Friday 24 November 2023

Pistis wonders how you sleep at night (weekending November 25th 2023)

 

‽istis wonders how you sleep at night (weekending November 25th 2023)

This weekending as a ‘temporary ceasefire’, a ‘humanitarian pause’, a ‘truce’ starts in Gaza[i], the provision of humanitarian aid increases and an exchange of hostages/prisoners is planned - ‽istis has decided to bite the bullet metaphorically (though many will continue right at this very moment, across the day, throughout the week, to be ‘bitten’ by all too real bullets and missiles and landmines… and die…) and ponder arms manufacturing, making and selling hardware and software whose essential purpose is to rip into and explode flesh and all things…[ii]

‽istis began an initial and very, very cursory survey of the landscape and got as far as the webpages of the ‘Stockholm International Peace Research Institute’[iii].

There are pages of graphics visualising ‘data from the 2022 update of SIPRI’s Arms Industry Database.
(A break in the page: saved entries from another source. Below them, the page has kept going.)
import { describe, expect, it } from 'vitest';
import { checkNumber, readTypedNumber } from './typed-number';

describe('readTypedNumber', () => {
  it('reads plain decimal numbers as JavaScript Number() does (ECMA-262 StringToNumber)', () => {
    for (const text of ['0', '12.5', '-40', '900', '.5']) expect(readTypedNumber(text, '.')).toEqual({ kind: 'number', value: Number(text) });
  });

  it('takes a decimal comma only where the locale writes decimals with one', () => {
    expect(readTypedNumber('12,5', ',')).toEqual({ kind: 'number', value: 12.5 });
    expect(readTypedNumber('1,500', '.')).toMatchObject({ kind: 'invalid', message: expect.stringContaining('without a comma') });
  });

  it('asks instead of guessing where a point could group thousands (German writes 1.250 for 1250, Intl.NumberFormat de-DE)', () => {
    expect(new Intl.NumberFormat('de-DE').format(1250)).toBe('1.250');
    expect(readTypedNumber('1.250', ',')).toMatchObject({ kind: 'invalid', message: expect.stringContaining('thousands point') });
    expect(readTypedNumber('26.5', ',')).toEqual({ kind: 'number', value: 26.5 });
    expect(readTypedNumber('1.250', '.')).toEqual({ kind: 'number', value: 1.25 });
  });

  it('refuses what is not a number instead of dropping characters', () => {
    expect(readTypedNumber('12 cm', '.')).toMatchObject({ kind: 'invalid' });
    expect(readTypedNumber('1e3', '.')).toMatchObject({ kind: 'invalid' });
  });
});

describe('checkNumber', () => {
  it('refuses out-of-range values with a message instead of clamping them', () => {
    expect(checkNumber('900', { min: 0.1, max: 40 }, '.')).toBe('900 is out of range: give a number from 0.1 to 40.');
    expect(checkNumber('150', { min: 0, max: 100 }, '.')).toBe('150 is out of range: give a number from 0 to 100.');
    expect(checkNumber('-40', { min: 0 }, '.')).toBe('-40 is out of range: give a number of at least 0.');
  });

  it('refuses extra decimals instead of rounding them away', () => {
    expect(checkNumber('12.25', { decimals: 1 }, '.')).toBe('Give at most 1 decimal place.');
    expect(checkNumber('3.5', { decimals: 0 }, '.')).toBe('Give a whole number.');
    expect(checkNumber('12.5', { min: 0.1, max: 40, decimals: 1 }, '.')).toBeNull();
  });

  it('asks for a required number', () => {
    expect(checkNumber('', { required: 'How many?' }, '.')).toBe('How many?');
    expect(checkNumber('', {}, '.')).toBeNull();
  });
});
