import { useMutation, useQueryClient } from '@tanstack/react-query';
import type { ChangePasswordRequest, LoginResponse, Me, UpdateProfileRequest } from '@broodsilk/shared';
import { api, setCsrfToken } from '@/lib/api-client';
import { meQueryKey } from '@/lib/query-keys';

export function useUpdateProfile() {
  const qc = useQueryClient();
  return useMutation({
    mutationFn: (body: UpdateProfileRequest) => api.patch<Me>('/users/me', body),
    meta: { handlesErrors: true },
    onSuccess: async (me) => {
      qc.setQueryData(meQueryKey, me);
      await qc.invalidateQueries();
    },
  });
}

export function useChangePassword() {
  const qc = useQueryClient();
  return useMutation({
    mutationFn: (body: ChangePasswordRequest) => api.patch<LoginResponse>('/auth/password', body),
    meta: { handlesErrors: true },
    onSuccess: (res) => {
      setCsrfToken(res.csrfToken);
      qc.setQueryData(meQueryKey, res.user);
    },
  });
}
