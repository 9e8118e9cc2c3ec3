import { TextInput, type TextInputProps } from '@mantine/core';

export interface NumberFieldProps extends Omit<TextInputProps, 'type'> {
  /** Whole numbers only: a numeric keypad on phones. */
  whole?: boolean;
}

/**
 * A number typed as text and kept exactly as typed: no clamping, rounding or dropped characters.
 * The form's rule (`numberRule`) refuses what is out of range with a message.
 */
export function NumberField({ whole, ...props }: NumberFieldProps) {
  return <TextInput {...props} inputMode={whole ? 'numeric' : 'decimal'} autoComplete="off" />;
}
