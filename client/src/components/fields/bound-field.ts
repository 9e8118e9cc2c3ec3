import type { GetInputPropsReturnType } from '@mantine/form';

/** One form field handed to a shared fields component: `{ key: form.key(path), ...form.getInputProps(path) }`. */
export type BoundField = { key: string } & GetInputPropsReturnType;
There is a fact sheet of ‘the top 100 arms-producing and military services companies, 2021’ and an infographic which tells us the percentage share of total arms sales across the 100 producers by country: USA – 51%; China – 18%; United Kingdom – 6.8%; France - 4.9%; Russia – 3%.

The ‘top’ company in 2021 was ‘Lockheed Martin’ – with arms sales in that year totalling: $60,340 million ($60,340,000,000), which comprises 90% of its total sales. What else could that money buy‽ The top five companies are American and, at number 6, is the UK’s ‘BAE Systems’ – with arms sales in just one year, 2021, totalling $26,020 million ($26,020,000,000) which comprises 97% of its total sales. What else could that money buy‽

A section on ‘Research’ has three areas: armament and disarmament; conflict, peace and security; peace and development and the sub-themes within each perhaps provide an indication of linked issues in a world of complex inter-relatedness.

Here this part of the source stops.